Middleware Implementation in FastAPI

Middleware is code that wraps the entire application, running before a request reaches routing and after the response is produced, applying cross-cutting concerns — correlation IDs, CORS, timing, body-size limits — uniformly to every request.

Middleware is the outermost layer of the architecture in Core Architecture and Routing Patterns: it sees every request before the router does. It supplies the correlation ID that error handling and observability depend on, and it is deliberately distinct from dependency injection, which handles per-route concerns.

The nested middleware chain wrapping the route handler Concentric layers show a request entering through tracing, then CORS, then authentication gate middleware before reaching the route handler at the center, and the response travelling back out through the same layers in reverse. Tracing / timing (outermost) CORS Body-size / security gate Route handler request in → layers wrap → handler → layers unwrap → response out
Each middleware nests inside the previous one. The request travels inward to the handler, and the response travels back outward through the same layers in reverse order.
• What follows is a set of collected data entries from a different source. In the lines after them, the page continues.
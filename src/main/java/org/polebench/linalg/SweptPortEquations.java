package org.polebench.linalg;

import java.util.Arrays;

/**
 * The port equations (Y + jω·Cd)·x = r of a reduced model (docs/method.md, "Port reduction"; Y in
 * siemens, C in farads, ω in rad/s) factored and solved at every frequency of a sweep at once.
 * The elimination runs with the frequency as the innermost loop: long, branch-free loops over
 * flat arrays replace thousands of k×k ones, and the compiler can vectorise them. The same form
 * serves a state-space model's jωI − A (Y = −A, every C = 1).
 *
 * <p>Gaussian elimination with partial pivoting (Golub and Van Loan, Matrix Computations, 3rd
 * ed., algorithm 3.4.1), the pivot chosen frequency by frequency, so each frequency gets the
 * operations of a k×k pivoted LU of its own matrix. The exchanges are needed: a transistor's
 * transconductance puts entries far larger than the diagonal below it at the low end of a
 * sweep. Singular case: an exactly zero column below the diagonal at some frequency, reported by
 * {@link #factor}. One instance per thread and task: it holds the factors.
 */
public final class SweptPortEquations {
    private final int k;
    private final double[] omegas;
    /** Entry (i, j) of the matrix, then of its factors, at every frequency: [i·k + j][n]. */
    private final double[][] re;
    private final double[][] im;
    /** 1/U_ii per frequency: [i][n]. */
    private final double[][] inverseRe;
    private final double[][] inverseIm;
    /** Work: the row brought up for the current column, per frequency. */
    private final int[] chosen;
    /** The row of M that sits at each row of the factors, per frequency: [row][n]. */
    private final int[][] origin;
    private final int[] votes;
    private final double[][] workRe;
    private final double[][] workIm;
    /** Work: the largest |entry|² found so far in the pivot search, per frequency. */
    private final double[] largest;

    /** @param omegas the sweep's angular frequencies, rad/s */
    public SweptPortEquations(int k, double[] omegas) {
        this.k = k;
        this.omegas = omegas.clone();
        int f = omegas.length;
        this.re = new double[k * k][f];
        this.im = new double[k * k][f];
        this.inverseRe = new double[k][f];
        this.inverseIm = new double[k][f];
        this.chosen = new int[f];
        this.origin = new int[k][f];
        this.votes = new int[k];
        this.workRe = new double[k][f];
        this.workIm = new double[k][f];
        this.largest = new double[f];
    }

    public int frequencies() {
        return omegas.length;
    }

    /** @return k, the number of ports */
    public int order() {
        return k;
    }

    /**
     * Factors Y + jω_n·Cd at every frequency.
     *
     * @param y      Y row-major, k·k, siemens
     * @param farads C_i, the diagonal of Cd
     * @return false when the matrix is singular (an exactly zero pivot) at some frequency
     */
    public boolean factor(double[] y, double[] farads) {
        int f = omegas.length;
        for (int e = 0; e < k * k; e++) {
            Arrays.fill(re[e], y[e]);
            Arrays.fill(im[e], 0);
        }
        for (int i = 0; i < k; i++) {
            double[] diagonal = im[i * k + i];
            for (int n = 0; n < f; n++) {
                diagonal[n] = omegas[n] * farads[i];
            }
        }
        for (int i = 0; i < k; i++) {
            Arrays.fill(origin[i], i);
        }
        for (int col = 0; col < k; col++) {
            if (!exchangeRows(col)) {
                return false;
            }
            double[] pr = re[col * k + col];
            double[] pi = im[col * k + col];
            double[] qr = inverseRe[col];
            double[] qi = inverseIm[col];
            for (int n = 0; n < f; n++) {
                // 1/p = conj(p)/|p|²: one division per pivot, so the rest only multiplies
                double scale = 1 / (pr[n] * pr[n] + pi[n] * pi[n]);
                qr[n] = pr[n] * scale;
                qi[n] = -pi[n] * scale;
            }
            for (int row = col + 1; row < k; row++) {
                double[] lr = re[row * k + col];
                double[] li = im[row * k + col];
                for (int n = 0; n < f; n++) {
                    double ar = lr[n];
                    double ai = li[n];
                    lr[n] = ar * qr[n] - ai * qi[n];
                    li[n] = ar * qi[n] + ai * qr[n];
                }
                for (int j = col + 1; j < k; j++) {
                    double[] tr = re[row * k + j];
                    double[] ti = im[row * k + j];
                    double[] ur = re[col * k + j];
                    double[] ui = im[col * k + j];
                    for (int n = 0; n < f; n++) {
                        tr[n] -= lr[n] * ur[n] - li[n] * ui[n];
                        ti[n] -= lr[n] * ui[n] + li[n] * ur[n];
                    }
                }
            }
        }
        return true;
    }

    // partial pivoting, frequency by frequency: the row of the largest |entry| in this column
    // (the first of equals) comes up; false when the whole column below is zero. The search runs
    // along each row's frequencies; only the frequencies that need an exchange are touched then.
    private boolean exchangeRows(int col) {
        int f = omegas.length;
        double[] ar = re[col * k + col];
        double[] ai = im[col * k + col];
        for (int n = 0; n < f; n++) {
            largest[n] = ar[n] * ar[n] + ai[n] * ai[n];
            chosen[n] = col;
        }
        boolean exchange = false;
        for (int row = col + 1; row < k; row++) {
            ar = re[row * k + col];
            ai = im[row * k + col];
            for (int n = 0; n < f; n++) {
                double size = ar[n] * ar[n] + ai[n] * ai[n];
                if (size > largest[n]) {
                    largest[n] = size;
                    chosen[n] = row;
                    exchange = true;
                }
            }
        }
        for (int n = 0; n < f; n++) {
            if (largest[n] == 0) {
                return false;
            }
        }
        if (!exchange) {
            return true;
        }
        // across a sweep one row usually wins at most frequencies: exchanging the row arrays
        // themselves serves all of those at once, and the others are put right one by one
        int common = commonest(chosen, col);
        if (common != col) {
            for (int j = 0; j < k; j++) {
                exchange(re, common * k + j, col * k + j);
                exchange(im, common * k + j, col * k + j);
            }
            exchange(origin, common, col);
        }
        for (int n = 0; n < f; n++) {
            int best = chosen[n];
            if (best == common) {
                continue;
            }
            if (common != col) {
                swapRows(common, col, n);
            }
            if (best != col) {
                swapRows(best, col, n);
            }
        }
        return true;
    }

    private int commonest(int[] chosen, int col) {
        Arrays.fill(votes, 0);
        for (int row : chosen) {
            votes[row]++;
        }
        int common = col;
        for (int row = col + 1; row < k; row++) {
            if (votes[row] > votes[common]) {
                common = row;
            }
        }
        return common;
    }

    private void swapRows(int a, int b, int n) {
        for (int j = 0; j < k; j++) {
            swap(re[a * k + j], re[b * k + j], n);
            swap(im[a * k + j], im[b * k + j], n);
        }
        int kept = origin[a][n];
        origin[a][n] = origin[b][n];
        origin[b][n] = kept;
    }

    private static <T> void exchange(T[] rows, int a, int b) {
        T kept = rows[a];
        rows[a] = rows[b];
        rows[b] = kept;
    }

    private static void swap(double[] a, double[] b, int n) {
        double kept = a[n];
        a[n] = b[n];
        b[n] = kept;
    }

    /**
     * Solves M·x = r at every frequency for a real right-hand side the same at all of them.
     *
     * @param r  the right-hand side, k long
     * @param xr out: Re x, [i][n]
     * @param xi out: Im x, [i][n]
     */
    public void solve(double[] r, double[][] xr, double[][] xi) {
        int f = omegas.length;
        // P·M = L·U, so L·U·x = P·r
        for (int i = 0; i < k; i++) {
            int[] from = origin[i];
            double[] to = xr[i];
            for (int n = 0; n < f; n++) {
                to[n] = r[from[n]];
            }
            Arrays.fill(xi[i], 0);
        }
        for (int i = 1; i < k; i++) {
            for (int j = 0; j < i; j++) {
                subtractProduct(re[i * k + j], im[i * k + j], xr[j], xi[j], xr[i], xi[i], f);
            }
        }
        for (int i = k - 1; i >= 0; i--) {
            for (int j = i + 1; j < k; j++) {
                subtractProduct(re[i * k + j], im[i * k + j], xr[j], xi[j], xr[i], xi[i], f);
            }
            multiply(inverseRe[i], inverseIm[i], xr[i], xi[i], f);
        }
    }

    /** As {@link #solve} with Mᵀ (the plain transpose, not the conjugate). */
    public void solveTransposed(double[] r, double[][] xr, double[][] xi) {
        int f = omegas.length;
        fill(r, xr, xi);
        // Mᵀ = Uᵀ·Lᵀ·P: solve Uᵀ·z = r, then Lᵀ·w = z, then x = Pᵀ·w
        for (int i = 0; i < k; i++) {
            for (int j = 0; j < i; j++) {
                subtractProduct(re[j * k + i], im[j * k + i], xr[j], xi[j], xr[i], xi[i], f);
            }
            multiply(inverseRe[i], inverseIm[i], xr[i], xi[i], f);
        }
        for (int i = k - 2; i >= 0; i--) {
            for (int j = i + 1; j < k; j++) {
                subtractProduct(re[j * k + i], im[j * k + i], xr[j], xi[j], xr[i], xi[i], f);
            }
        }
        for (int i = 0; i < k; i++) {
            int[] to = origin[i];
            double[] wr = xr[i];
            double[] wi = xi[i];
            for (int n = 0; n < f; n++) {
                workRe[to[n]][n] = wr[n];
                workIm[to[n]][n] = wi[n];
            }
        }
        for (int i = 0; i < k; i++) {
            System.arraycopy(workRe[i], 0, xr[i], 0, f);
            System.arraycopy(workIm[i], 0, xi[i], 0, f);
        }
    }

    private void fill(double[] r, double[][] xr, double[][] xi) {
        for (int i = 0; i < k; i++) {
            Arrays.fill(xr[i], 0, omegas.length, r[i]);
            Arrays.fill(xi[i], 0, omegas.length, 0);
        }
    }

    // s −= a·x over every frequency, complex
    private static void subtractProduct(double[] ar, double[] ai, double[] xr, double[] xi, double[] sr, double[] si,
                                        int f) {
        for (int n = 0; n < f; n++) {
            sr[n] -= ar[n] * xr[n] - ai[n] * xi[n];
            si[n] -= ar[n] * xi[n] + ai[n] * xr[n];
        }
    }

    // s ← q·s over every frequency, complex
    private static void multiply(double[] qr, double[] qi, double[] sr, double[] si, int f) {
        for (int n = 0; n < f; n++) {
            double r = sr[n];
            double i = si[n];
            sr[n] = r * qr[n] - i * qi[n];
            si[n] = r * qi[n] + i * qr[n];
        }
    }
}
Core Mechanics: The Ordered Chain

Middleware forms nested layers. Each piece runs some logic, calls the next layer (call_next), and then runs more logic on the response. The order you add middleware determines the nesting: the last one added is the outermost, so it runs first on the way in and last on the way out. This ordering is semantically important — a timing middleware must be outermost to measure everything inside it.

import time
import uuid

from fastapi import Request
from starlette.middleware.base import BaseHTTPMiddleware


class RequestContextMiddleware(BaseHTTPMiddleware):
    async def dispatch(self, request: Request, call_next):
        request_id = request.headers.get("x-request-id", str(uuid.uuid4()))
        request.state.request_id = request_id   # Make it available to handlers.
        start = time.perf_counter()
        response = await call_next(request)      # Hand off to inner layers + route.
        response.headers["x-request-id"] = request_id
        response.headers["x-response-time-ms"] = f"{(time.perf_counter() - start) * 1000:.1f}"
        return response

Production Implementation: Pure ASGI for the Hot Path

BaseHTTPMiddleware is convenient but wraps each request in an abstraction that can buffer the body and add overhead. For high-throughput or streaming endpoints, a pure ASGI middleware operating on the raw scope, receive, and send is leaner because it never materializes the response body.

class TimingASGIMiddleware:
    def __init__(self, app) -> None:
        self.app = app

    async def __call__(self, scope, receive, send) -> None:
        if scope["type"] != "http":      # Pass through lifespan and websocket scopes.
            await self.app(scope, receive, send)
            return
        start = time.perf_counter()

        async def send_wrapper(message) -> None:
            if message["type"] == "http.response.start":
                elapsed = f"{(time.perf_counter() - start) * 1000:.1f}".encode()
                message["headers"].append((b"x-response-time-ms", elapsed))
            await send(message)

        await self.app(scope, receive, send_wrapper)

The request-tracing build-out, including propagating the ID into logs, is detailed in Implementing Custom Middleware for Request Tracing.

Async and Performance Notes

Middleware runs on every request, so its cost is multiplied across your entire traffic. Avoid awaiting additional I/O in middleware unless it is essential; a per-request database write or remote call in middleware adds its latency to every endpoint. Buffering response bodies in BaseHTTPMiddleware also defeats streaming responses, so reach for pure ASGI when you stream.

Testing Strategy

Assert the cross-cutting effect on an arbitrary route, since middleware applies everywhere:

def test_request_id_header_present(client):
    resp = client.get("/health")
    assert "x-request-id" in resp.headers          # Set uniformly by middleware.
    assert "x-response-time-ms" in resp.headers

Failure Modes and Debugging

  • Wrong ordering. A tracing middleware added before others will not wrap them; add cross-cutting observers last so they sit outermost.
  • Body consumed twice. Reading the request body in middleware can starve the handler. Keep body inspection out of middleware.
  • Blocking work per request. Synchronous calls in middleware stall the loop for every request; offload or remove them.
  • Swallowed exceptions. Middleware that catches exceptions can bypass your global exception handlers; let exceptions propagate so handlers build the envelope.